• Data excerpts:
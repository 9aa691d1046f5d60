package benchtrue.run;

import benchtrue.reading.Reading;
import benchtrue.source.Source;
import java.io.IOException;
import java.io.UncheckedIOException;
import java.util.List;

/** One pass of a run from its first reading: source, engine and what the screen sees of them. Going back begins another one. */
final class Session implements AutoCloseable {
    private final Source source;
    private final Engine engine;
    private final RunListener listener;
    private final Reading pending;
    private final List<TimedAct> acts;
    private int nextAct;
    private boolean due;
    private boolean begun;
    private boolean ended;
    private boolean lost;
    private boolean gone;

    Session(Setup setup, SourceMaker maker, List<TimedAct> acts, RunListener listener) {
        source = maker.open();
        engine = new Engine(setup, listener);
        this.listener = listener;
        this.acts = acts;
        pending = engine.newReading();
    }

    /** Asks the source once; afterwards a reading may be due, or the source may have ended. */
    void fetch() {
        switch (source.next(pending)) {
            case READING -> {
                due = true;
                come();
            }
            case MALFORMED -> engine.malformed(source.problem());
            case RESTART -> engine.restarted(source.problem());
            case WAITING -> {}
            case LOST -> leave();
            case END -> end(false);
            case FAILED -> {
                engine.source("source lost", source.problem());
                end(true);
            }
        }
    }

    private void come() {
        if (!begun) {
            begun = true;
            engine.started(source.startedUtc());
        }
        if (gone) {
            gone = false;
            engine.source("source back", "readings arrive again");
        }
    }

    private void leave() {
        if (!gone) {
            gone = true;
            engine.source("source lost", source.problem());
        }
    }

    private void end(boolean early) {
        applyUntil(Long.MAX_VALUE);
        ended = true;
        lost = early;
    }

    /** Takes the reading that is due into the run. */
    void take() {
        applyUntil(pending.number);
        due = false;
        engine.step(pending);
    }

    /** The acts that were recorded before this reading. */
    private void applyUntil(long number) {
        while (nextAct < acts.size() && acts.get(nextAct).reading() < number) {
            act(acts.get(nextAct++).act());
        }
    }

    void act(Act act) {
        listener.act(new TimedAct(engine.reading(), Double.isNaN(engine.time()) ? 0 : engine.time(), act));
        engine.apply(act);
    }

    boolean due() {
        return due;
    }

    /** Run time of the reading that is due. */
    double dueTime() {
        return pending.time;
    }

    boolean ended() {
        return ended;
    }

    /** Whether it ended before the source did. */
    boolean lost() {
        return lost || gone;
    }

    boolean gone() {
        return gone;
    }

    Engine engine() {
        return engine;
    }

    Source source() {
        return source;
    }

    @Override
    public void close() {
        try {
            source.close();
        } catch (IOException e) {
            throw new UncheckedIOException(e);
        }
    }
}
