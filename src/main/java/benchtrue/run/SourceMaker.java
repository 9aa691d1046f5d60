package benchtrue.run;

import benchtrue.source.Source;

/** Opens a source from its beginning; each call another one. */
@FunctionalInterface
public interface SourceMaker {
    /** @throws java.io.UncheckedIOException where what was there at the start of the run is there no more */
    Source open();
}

---

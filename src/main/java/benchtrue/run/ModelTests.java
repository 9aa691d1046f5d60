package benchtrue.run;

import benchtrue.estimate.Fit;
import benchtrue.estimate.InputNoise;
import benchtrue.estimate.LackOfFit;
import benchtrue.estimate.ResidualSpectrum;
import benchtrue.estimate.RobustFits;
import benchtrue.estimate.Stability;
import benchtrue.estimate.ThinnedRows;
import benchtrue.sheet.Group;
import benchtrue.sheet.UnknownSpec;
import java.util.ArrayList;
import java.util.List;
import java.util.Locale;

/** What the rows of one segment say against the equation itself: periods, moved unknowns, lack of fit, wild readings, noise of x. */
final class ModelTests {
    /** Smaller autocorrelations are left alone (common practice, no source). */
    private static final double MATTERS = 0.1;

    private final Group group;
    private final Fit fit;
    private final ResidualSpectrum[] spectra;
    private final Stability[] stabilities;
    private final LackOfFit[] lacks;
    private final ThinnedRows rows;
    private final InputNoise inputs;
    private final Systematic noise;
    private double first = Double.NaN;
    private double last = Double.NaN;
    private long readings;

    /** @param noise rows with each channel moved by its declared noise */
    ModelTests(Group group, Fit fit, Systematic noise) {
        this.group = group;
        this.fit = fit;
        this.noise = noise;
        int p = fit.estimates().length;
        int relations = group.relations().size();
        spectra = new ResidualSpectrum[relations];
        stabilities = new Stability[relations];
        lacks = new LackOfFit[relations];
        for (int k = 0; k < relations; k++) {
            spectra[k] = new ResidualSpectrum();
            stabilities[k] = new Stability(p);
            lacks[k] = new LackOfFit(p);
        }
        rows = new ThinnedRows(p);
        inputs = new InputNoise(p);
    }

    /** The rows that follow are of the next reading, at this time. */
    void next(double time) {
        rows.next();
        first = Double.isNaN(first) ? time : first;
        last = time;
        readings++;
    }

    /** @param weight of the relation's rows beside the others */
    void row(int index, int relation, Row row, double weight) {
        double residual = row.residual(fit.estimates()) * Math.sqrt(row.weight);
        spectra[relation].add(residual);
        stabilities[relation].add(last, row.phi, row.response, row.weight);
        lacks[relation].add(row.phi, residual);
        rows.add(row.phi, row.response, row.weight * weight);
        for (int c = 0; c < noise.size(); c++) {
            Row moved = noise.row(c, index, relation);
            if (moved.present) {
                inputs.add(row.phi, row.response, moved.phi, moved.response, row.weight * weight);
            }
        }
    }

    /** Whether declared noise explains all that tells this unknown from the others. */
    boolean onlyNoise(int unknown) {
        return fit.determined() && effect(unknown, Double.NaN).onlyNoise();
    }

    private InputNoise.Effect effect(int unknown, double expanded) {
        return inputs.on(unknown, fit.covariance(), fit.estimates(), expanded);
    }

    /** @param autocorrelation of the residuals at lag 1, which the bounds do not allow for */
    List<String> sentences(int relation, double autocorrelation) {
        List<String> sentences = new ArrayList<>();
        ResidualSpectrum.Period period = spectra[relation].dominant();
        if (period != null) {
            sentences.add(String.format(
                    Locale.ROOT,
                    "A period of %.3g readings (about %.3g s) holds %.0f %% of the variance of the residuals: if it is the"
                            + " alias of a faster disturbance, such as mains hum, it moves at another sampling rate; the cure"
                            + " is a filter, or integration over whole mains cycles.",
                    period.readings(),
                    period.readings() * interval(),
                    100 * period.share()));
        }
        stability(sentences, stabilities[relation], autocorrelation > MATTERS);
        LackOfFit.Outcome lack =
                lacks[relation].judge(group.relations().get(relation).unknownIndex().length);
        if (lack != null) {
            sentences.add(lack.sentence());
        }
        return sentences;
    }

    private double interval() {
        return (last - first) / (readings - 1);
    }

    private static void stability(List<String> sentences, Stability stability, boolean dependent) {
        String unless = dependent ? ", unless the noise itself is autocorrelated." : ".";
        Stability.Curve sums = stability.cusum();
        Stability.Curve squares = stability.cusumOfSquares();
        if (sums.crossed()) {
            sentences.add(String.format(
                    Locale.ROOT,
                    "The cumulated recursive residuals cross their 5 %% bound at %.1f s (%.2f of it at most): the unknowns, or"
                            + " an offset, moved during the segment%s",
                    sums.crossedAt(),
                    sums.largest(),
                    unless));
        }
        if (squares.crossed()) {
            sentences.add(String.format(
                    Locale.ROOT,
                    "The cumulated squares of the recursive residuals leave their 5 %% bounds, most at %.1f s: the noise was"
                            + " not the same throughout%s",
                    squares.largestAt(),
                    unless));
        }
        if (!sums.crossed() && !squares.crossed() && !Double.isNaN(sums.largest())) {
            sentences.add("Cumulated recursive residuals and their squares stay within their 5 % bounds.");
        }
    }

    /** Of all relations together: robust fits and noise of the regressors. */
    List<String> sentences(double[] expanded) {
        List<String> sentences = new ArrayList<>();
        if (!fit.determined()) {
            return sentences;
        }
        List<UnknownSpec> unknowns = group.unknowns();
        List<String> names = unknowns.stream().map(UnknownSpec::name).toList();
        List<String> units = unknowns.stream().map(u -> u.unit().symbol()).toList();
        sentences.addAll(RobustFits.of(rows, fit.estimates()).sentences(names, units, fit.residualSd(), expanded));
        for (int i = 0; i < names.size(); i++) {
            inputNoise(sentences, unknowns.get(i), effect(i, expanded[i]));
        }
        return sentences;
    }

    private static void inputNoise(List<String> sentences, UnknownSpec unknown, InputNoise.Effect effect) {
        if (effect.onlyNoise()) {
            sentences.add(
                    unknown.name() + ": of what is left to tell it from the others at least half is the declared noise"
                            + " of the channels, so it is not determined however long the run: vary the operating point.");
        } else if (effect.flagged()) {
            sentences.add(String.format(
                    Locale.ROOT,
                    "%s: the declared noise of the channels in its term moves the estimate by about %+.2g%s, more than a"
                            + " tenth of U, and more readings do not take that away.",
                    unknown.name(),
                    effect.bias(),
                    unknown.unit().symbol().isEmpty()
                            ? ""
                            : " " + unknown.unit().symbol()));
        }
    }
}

• Assignment:
Search the data above for the string "case" and copy each line that has it.

• Exercise output:
            case READING -> {
            case MALFORMED -> engine.malformed(source.problem());
            case RESTART -> engine.restarted(source.problem());
            case WAITING -> {}
            case LOST -> leave();
            case END -> end(false);
            case FAILED -> {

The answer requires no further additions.